# Directions for this task
Retype each line below precisely.

Collected data entries
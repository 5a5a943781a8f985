import { afterAll, beforeEach } from 'vitest';
import type { Kysely } from 'kysely';
import type { DB } from '@/db/schema.gen';
import type { Actor } from '@/lib/auth/actor';
import { actorFor, demoEmails, resetToDemo } from '@/tests/helpers/db';

/**
 * A walk-in cooler circuit on a demo site, written straight to the database: a system with a
 * full charge of 100 lb (45.359 kg), a condensing unit, an evaporator, a low-pressure control and
 * a thermostat. Invented makes and serials.
 */
export async function createCoolerCircuit(db: Kysely<DB>, siteName = 'Pell Street Kitchen') {
  const site = await db.selectFrom('sites').select(['id', 'company_id']).where('name', '=', siteName).executeTakeFirstOrThrow();
  const system = await db
    .insertInto('systems')
    .values({
      company_id: site.company_id,
      site_id: site.id,
      name: 'Walk-in cooler circuit',
      refrigerant: 'R-404A',
      full_charge_kg: 100 * 0.45359237,
      application: 'commercial_refrigeration',
      design_box_temp_c: 1.67,
    })
    .returning('id')
    .executeTakeFirstOrThrow();
  const add = async (type: string, name: string, nameplate: Record<string, unknown> = {}) =>
    (
      await db
        .insertInto('equipment')
        .values({ company_id: site.company_id, site_id: site.id, system_id: system.id, type, name, nameplate: JSON.stringify(nameplate), serial: `${type.slice(0, 2).toUpperCase()}-${name.length}42` })
        .returning('id')
        .executeTakeFirstOrThrow()
    ).id;
  return {
    siteId: site.id,
    companyId: site.company_id,
    systemId: system.id,
    condensingUnitId: await add('condensing_unit', 'Cooler condensing unit', { voltage: 460, phase: '3', designPressureHighKpa: 2758 }),
    evaporatorId: await add('evaporator', 'Cooler evaporator'),
    lowControlId: await add('pressure_control', 'Low-pressure control', { controlKind: 'low' }),
    thermostatId: await add('thermostat', 'Box thermostat', { controlVoltage: 24 }),
  };
}

export type CoolerCircuit = Awaited<ReturnType<typeof createCoolerCircuit>>;

/** The visit tests' starting point: the demo, its technician and office, and a fresh cooler circuit. */
export async function demoWithCircuit(db: Kysely<DB>): Promise<{ tech: Actor; office: Actor; owner: Actor; circuit: CoolerCircuit }> {
  await resetToDemo(db);
  const [tech, office, owner] = [await actorFor(db, demoEmails.technician), await actorFor(db, demoEmails.office), await actorFor(db, demoEmails.client)];
  return { tech, office, owner, circuit: await createCoolerCircuit(db) };
}

export type CircuitDemo = Awaited<ReturnType<typeof demoWithCircuit>>;

/** A test file's hooks: the demo reset before each test, the pool closed after all. */
export function resetDemoEach(db: Kysely<DB>): void {
  beforeEach(async () => resetToDemo(db));
  afterAll(async () => {
    await db.destroy();
  });
}

/** A test file's hooks: the demo reset with a fresh circuit before each test, the pool closed after all. */
export function resetDemoWithCircuitEach(db: Kysely<DB>, take: (demo: CircuitDemo) => void): void {
  beforeEach(async () => take(await demoWithCircuit(db)));
  afterAll(async () => {
    await db.destroy();
  });
}
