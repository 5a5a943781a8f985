import type { Kysely } from 'kysely';
import { afterAll, beforeAll } from 'vitest';
import type { DB } from '@/db/schema.gen';
import { actorFor, demoEmails, resetToDemo } from '@/tests/helpers/db';
import { session } from '@/tests/helpers/session';

/** A test file's hooks: the demo reset once with `who` signed in (the stubbed session), the pool closed after all. */
export function signInOnDemo(db: Kysely<DB>, who: keyof typeof demoEmails): void {
  beforeAll(async () => {
    await resetToDemo(db);
    session.actor = await actorFor(db, demoEmails[who]);
  });
  afterAll(async () => {
    await db.destroy();
  });
}
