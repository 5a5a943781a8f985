// Log lines kept in memory, and two requests in flight at once: for the tests of request ids on
// log lines (API routes, pages and actions).
import { Writable } from 'node:stream';

/**
 * A logger (lib/logger) whose JSON lines are parsed into `lines`. The logger is imported on call, not
 * at the top: it reads Next's request storage, which needs the global AsyncLocalStorage that a test
 * of pages sets up first.
 */
export async function captureLog() {
  const { createLogger } = await import('@/lib/logger');
  const lines: Record<string, unknown>[] = [];
  const stream = new Writable({
    write(chunk: Buffer, _enc, done) {
      for (const line of chunk.toString().split('\n').filter(Boolean)) lines.push(JSON.parse(line) as Record<string, unknown>);
      done();
    },
  });
  return { lines, log: createLogger(stream) };
}

/**
 * Starts `first`, which waits on `held` partway, runs `second` to its end, then lets `first` finish:
 * two requests handled at the same time, the first one finishing last.
 */
export async function overlapping(first: (held: Promise<void>) => Promise<unknown>, second: () => Promise<unknown>): Promise<void> {
  let release!: () => void;
  const held = new Promise<void>((r) => (release = r));
  const running = first(held);
  await second();
  release();
  await running;
}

# Solution
repository 5a5a943781a8f985
import { afterAll, beforeEach } from 'vitest';
import type { Kysely } from 'kysely';
import type { DB } from '@/db/schema.gen';
import type { Actor } from '@/lib/auth/actor';
import { actorFor, demoEmails, resetToDemo } from '@/tests/helpers/db';

/**
 * A walk-in cooler circuit on a demo site, written straight to the database: a system with a
 * full charge of 100 lb (45.359 kg), a condensing unit, an evaporator, a low-pressure control and
 * a thermostat. Invented makes and serials.
 */
export async function createCoolerCircuit(db: Kysely<DB>, siteName = 'Pell Street Kitchen') {
  const site = await db.selectFrom('sites').select(['id', 'company_id']).where('name', '=', siteName).executeTakeFirstOrThrow();
  const system = await db
    .insertInto('systems')
    .values({
      company_id: site.company_id,
      site_id: site.id,
      name: 'Walk-in cooler circuit',
      refrigerant: 'R-404A',
      full_charge_kg: 100 * 0.45359237,
      application: 'commercial_refrigeration',
      design_box_temp_c: 1.67,
    })
    .returning('id')
    .executeTakeFirstOrThrow();
  const add = async (type: string, name: string, nameplate: Record<string, unknown> = {}) =>
    (
      await db
        .insertInto('equipment')
        .values({ company_id: site.company_id, site_id: site.id, system_id: system.id, type, name, nameplate: JSON.stringify(nameplate), serial: `${type.slice(0, 2).toUpperCase()}-${name.length}42` })
        .returning('id')
        .executeTakeFirstOrThrow()
    ).id;
  return {
    siteId: site.id,
    companyId: site.company_id,
    systemId: system.id,
    condensingUnitId: await add('condensing_unit', 'Cooler condensing unit', { voltage: 460, phase: '3', designPressureHighKpa: 2758 }),
    evaporatorId: await add('evaporator', 'Cooler evaporator'),
    lowControlId: await add('pressure_control', 'Low-pressure control', { controlKind: 'low' }),
    thermostatId: await add('thermostat', 'Box thermostat', { controlVoltage: 24 }),
  };
}

export type CoolerCircuit = Awaited<ReturnType<typeof createCoolerCircuit>>;

/** The visit tests' starting point: the demo, its technician and office, and a fresh cooler circuit. */
export async function demoWithCircuit(db: Kysely<DB>): Promise<{ tech: Actor; office: Actor; owner: Actor; circuit: CoolerCircuit }> {
  await resetToDemo(db);
  const [tech, office, owner] = [await actorFor(db, demoEmails.technician), await actorFor(db, demoEmails.office), await actorFor(db, demoEmails.client)];
  return { tech, office, owner, circuit: await createCoolerCircuit(db) };
}

export type CircuitDemo = Awaited<ReturnType<typeof demoWithCircuit>>;

/** A test file's hooks: the demo reset before each test, the pool closed after all. */
export function resetDemoEach(db: Kysely<DB>): void {
  beforeEach(async () => resetToDemo(db));
  afterAll(async () => {
    await db.destroy();
  });
}

/** A test file's hooks: the demo reset with a fresh circuit before each test, the pool closed after all. */
export function resetDemoWithCircuitEach(db: Kysely<DB>, take: (demo: CircuitDemo) => void): void {
  beforeEach(async () => take(await demoWithCircuit(db)));
  afterAll(async () => {
    await db.destroy();
  });
}
repository 5a5a943781a8f985
import type { Kysely } from 'kysely';
import { afterAll, beforeAll } from 'vitest';
import type { DB } from '@/db/schema.gen';
import { actorFor, demoEmails, resetToDemo } from '@/tests/helpers/db';
import { session } from '@/tests/helpers/session';

/** A test file's hooks: the demo reset once with `who` signed in (the stubbed session), the pool closed after all. */
export function signInOnDemo(db: Kysely<DB>, who: keyof typeof demoEmails): void {
  beforeAll(async () => {
    await resetToDemo(db);
    session.actor = await actorFor(db, demoEmails[who]);
  });
  afterAll(async () => {
    await db.destroy();
  });
}
repository 5a5a943781a8f985
// Log lines kept in memory, and two requests in flight at once: for the tests of request ids on
// log lines (API routes, pages and actions).
import { Writable } from 'node:stream';

/**
 * A logger (lib/logger) whose JSON lines are parsed into `lines`. The logger is imported on call, not
 * at the top: it reads Next's request storage, which needs the global AsyncLocalStorage that a test
 * of pages sets up first.
 */
export async function captureLog() {
  const { createLogger } = await import('@/lib/logger');
  const lines: Record<string, unknown>[] = [];
  const stream = new Writable({
    write(chunk: Buffer, _enc, done) {
      for (const line of chunk.toString().split('\n').filter(Boolean)) lines.push(JSON.parse(line) as Record<string, unknown>);
      done();
    },
  });
  return { lines, log: createLogger(stream) };
}

/**
 * Starts `first`, which waits on `held` partway, runs `second` to its end, then lets `first` finish:
 * two requests handled at the same time, the first one finishing last.
 */
export async function overlapping(first: (held: Promise<void>) => Promise<unknown>, second: () => Promise<unknown>): Promise<void> {
  let release!: () => void;
  const held = new Promise<void>((r) => (release = r));
  const running = first(held);
  await second();
  release();
  await running;
}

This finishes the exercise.